Recently, Zhang Yi led a team to develop the efficient data flow management software framework Mamba Data Worker (MDW) based on the Beijing Synchrotron Radiation Facility (BSRF), which is an important component of the experimental control and data acquisition software Mamba. The related work is titled "A high throughput big data orchestration and processing system for the High Energy Photon Source" and has been accepted by the academic journal "Journal of Synchrotron Radiation" in the field. It will be published in November this year. This work has been supported by the National Natural Science Foundation of China and the Science and Technology Innovation Program of the Institute of Energy Technology of the Chinese Academy of Sciences. The first author of this paper is Li Xiang, a doctoral student, and the corresponding authors are Zhang Chenglong and Zhang Yi.

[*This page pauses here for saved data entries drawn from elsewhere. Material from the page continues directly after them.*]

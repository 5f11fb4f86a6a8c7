/** Version of the screening engine; stored with every result. Raise it when a measurement or a judgement may change. */
export const engineVersion = '1.1.0';
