import type { AcquisitionSheet } from '@shared/schemas/acquisitionSheet.js';
import type { CsvLayout } from '@shared/schemas/csvLayout.js';
import { cleanFileName } from '@shared/utils/cleanFileName.js';
import { computed, ref, shallowRef, triggerRef } from 'vue';
import { ApiError } from '@/api/ApiError';
import { uploadCaptures } from '@/api/uploadCaptures';
import type { NamedFile } from '@/utils/collectDroppedFiles';
import { readFirstBytes, recogniseBytes, type RecognisedFile } from '@/utils/recogniseFile';

export type UploadState = 'reading' | 'ready' | 'sending' | 'received' | 'refused' | 'interrupted';

export interface UploadFile extends NamedFile {
  state: UploadState;
  recognised: RecognisedFile | null;
  acquisition: AcquisitionSheet;
  /** Only where a person corrected what was recognised. */
  csvLayout: CsvLayout | null;
  sentBytes: number;
  sha256: string | null;
  captureId: string | null;
  isDuplicate: boolean;
  /** Refused after it was sent: it may be sent again. */
  isRefusedByServer: boolean;
  message: string;
}

interface Limits {
  maxFileBytes: number;
  maxFilesPerRequest: number;
}

const requestsAtOnce = 2;
/** Small files share a request; a request is closed once it is this large. */
const requestBytes = 32 * 1024 * 1024;

const isOpen = ({ state }: UploadFile): boolean => state === 'ready' || state === 'interrupted';

/** Cuts the files still to be sent into requests. */
export function planRequests(files: UploadFile[], maxFilesPerRequest: number): UploadFile[][] {
  const requests: UploadFile[][] = [];
  let current: UploadFile[] = [];
  let bytes = 0;
  for (const file of files) {
    if (current.length > 0 && (current.length >= maxFilesPerRequest || bytes + file.file.size > requestBytes)) {
      requests.push(current);
      current = [];
      bytes = 0;
    }
    current.push(file);
    bytes += file.file.size;
  }
  return current.length > 0 ? [...requests, current] : requests;
}

/**
 * The files of a new batch and their way to the server. A request that breaks off leaves its files `interrupted`; sending
 * again is safe, since the server recognises what it has already.
 */
export function useBatchUpload() {
  const files = shallowRef<UploadFile[]>([]);
  const isSending = ref(false);
  const problem = ref('');
  let stopper = new AbortController();

  const changed = (): void => triggerRef(files);
  const openCount = computed(() => files.value.filter(isOpen).length);
  const readingCount = computed(() => files.value.filter(({ state }) => state === 'reading').length);
  const serverRefusals = computed(() => files.value.filter(({ isRefusedByServer }) => isRefusedByServer).length);
  const receivedCount = computed(() => files.value.filter(({ state }) => state === 'received').length);
  const totalBytes = computed(() =>
    files.value.reduce((sum, { file, state }) => sum + (state === 'refused' ? 0 : file.size), 0),
  );
  const sentBytes = computed(() =>
    files.value.reduce((sum, { file, state, sentBytes: sent }) => sum + (state === 'received' ? file.size : sent), 0),
  );

  async function recognise(entry: UploadFile, limits: Limits): Promise<void> {
    try {
      await examine(entry, limits);
    } catch {
      // The file was moved, or its drive taken out, since it was chosen: the others go on.
      entry.state = 'refused';
      entry.message = 'The browser can’t read this file. Choose it again.';
    }
  }

  async function examine(entry: UploadFile, limits: Limits): Promise<void> {
    if (entry.file.size > limits.maxFileBytes) {
      entry.state = 'refused';
      entry.message = 'The file is larger than this installation takes.';
      return;
    }
    const recognised = recogniseBytes(await readFirstBytes(entry.file), { name: entry.path, size: entry.file.size });
    entry.recognised = recognised;
    entry.state = recognised.format === 'refused' ? 'refused' : 'ready';
    entry.message = recognised.format === 'refused' ? recognised.message : '';
  }

  /** Adds files by path; one that is there already is not added twice. */
  async function add(found: NamedFile[], limits: Limits): Promise<void> {
    const known = new Set(files.value.map(({ path }) => path));
    const added = found
      // The name the server will list it under, so that its answer names the same file.
      .map((named) => ({ ...named, path: cleanFileName(named.path) ?? named.path }))
      .filter(({ path }) => !known.has(path))
      .map((named): UploadFile => ({
        ...named,
        state: 'reading',
        recognised: null,
        acquisition: {},
        csvLayout: null,
        sentBytes: 0,
        sha256: null,
        captureId: null,
        isDuplicate: false,
        isRefusedByServer: false,
        message: '',
      }));
    files.value = [...files.value, ...added];
    for (const entry of added) {
      await recognise(entry, limits);
      changed();
    }
  }

  /** Puts a file that the server refused back among those to be sent. */
  function sendAgain(path: string): void {
    const entry = files.value.find((file) => file.path === path && file.isRefusedByServer);
    if (entry) Object.assign(entry, { state: 'ready', isRefusedByServer: false, message: '', sentBytes: 0 });
    changed();
  }

  function remove(path: string): void {
    files.value = files.value.filter(
      (file) => file.path !== path || file.state === 'sending' || file.state === 'received',
    );
  }

  function settle(request: UploadFile[], answer: Awaited<ReturnType<typeof uploadCaptures>>): void {
    for (const entry of request) {
      const taken = answer.captures.find(({ fileName }) => fileName === entry.path);
      const refused = answer.refused.find(({ fileName }) => fileName === entry.path);
      if (taken) {
        entry.state = 'received';
        entry.sha256 = taken.sha256;
        entry.captureId = taken.id;
        entry.isDuplicate = taken.duplicateOfId !== null;
        entry.message = '';
      } else {
        entry.state = 'refused';
        entry.isRefusedByServer = true;
        entry.message = refused?.message ?? 'The server did not name this file in its answer. Send it again.';
      }
    }
  }

  /** Progress of a request is of all its files together: they are filled in order. */
  function spread(request: UploadFile[], loaded: number): void {
    let rest = loaded;
    for (const entry of request) {
      entry.sentBytes = Math.min(entry.file.size, Math.max(0, rest));
      rest -= entry.file.size;
    }
    changed();
  }

  async function sendRequest(batchId: string, request: UploadFile[]): Promise<void> {
    for (const entry of request) entry.state = 'sending';
    changed();
    try {
      const parts = request.map((entry) => ({
        path: entry.path,
        file: entry.file,
        ...(Object.keys(entry.acquisition).length > 0 ? { acquisition: entry.acquisition } : {}),
        ...(entry.csvLayout ? { csvLayout: entry.csvLayout } : {}),
      }));
      const onProgress = (loaded: number): void => spread(request, loaded);
      settle(request, await uploadCaptures(batchId, parts, { onProgress, signal: stopper.signal }));
    } catch (error) {
      const message = error instanceof ApiError ? error.message : 'The upload was stopped.';
      for (const entry of request) {
        entry.state = 'interrupted';
        entry.sentBytes = 0;
        entry.message = message;
      }
      throw error;
    } finally {
      changed();
    }
  }

  /** Sends everything that has not been received. @returns whether nothing was left over */
  async function send(batchId: string, limits: Limits): Promise<boolean> {
    problem.value = '';
    isSending.value = true;
    stopper = new AbortController();
    const requests = planRequests(files.value.filter(isOpen), limits.maxFilesPerRequest);
    const lane = async (): Promise<void> => {
      for (let request = requests.shift(); request; request = requests.shift()) await sendRequest(batchId, request);
    };
    try {
      const lanes = await Promise.allSettled(Array.from({ length: requestsAtOnce }, lane));
      const failed = lanes.find((result) => result.status === 'rejected');
      if (failed) {
        const reason: unknown = failed.reason;
        problem.value = `${reason instanceof ApiError ? reason.message : 'The upload was stopped.'} What was received is kept; send the rest again.`;
      }
      return !failed;
    } finally {
      isSending.value = false;
    }
  }

  return {
    files,
    isSending,
    problem,
    openCount,
    readingCount,
    serverRefusals,
    sendAgain,
    receivedCount,
    totalBytes,
    sentBytes,
    add,
    remove,
    send,
    stop: () => stopper.abort(),
    changed,
  };
}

The new generation of high-energy synchrotron radiation experiments have characteristics such as high-throughput, in situ, dynamic loading, multimodality, and fast feedback. Sample scanning technology has shifted from one-dimensional step scanning to multi-dimensional continuous scanning. Multidimensional flying scanning technology will be popular, involving a large number of experimental equipment and significantly improving data flux. The demand for synchronization in data acquisition and processing has increased, and the demand for fast feedback control for real-time data analysis is becoming increasingly urgent. The low emissivity and high coherence of high-energy synchrotron radiation sources (HEPS) make small spot experiments more common, with a sharp increase in the number of data points, often accompanied by the linkage of multiple experimental modes. The demand for stability, automation, intelligence, and other aspects in the process of sample loading, sample selection, and focusing has significantly increased. In order to meet these needs, the experimental data transmission path will inevitably undergo a transformation from traditional single channel to multi-channel, as well as a transformation from traditional file based simple manual control to online automated intelligent collection based on data flow. Efficient management of high-throughput and multimodal data streams has become a key element in improving experimental efficiency, as well as in the automation and intelligent workflow of data throughout the entire lifecycle of data collection, analysis, and information mining.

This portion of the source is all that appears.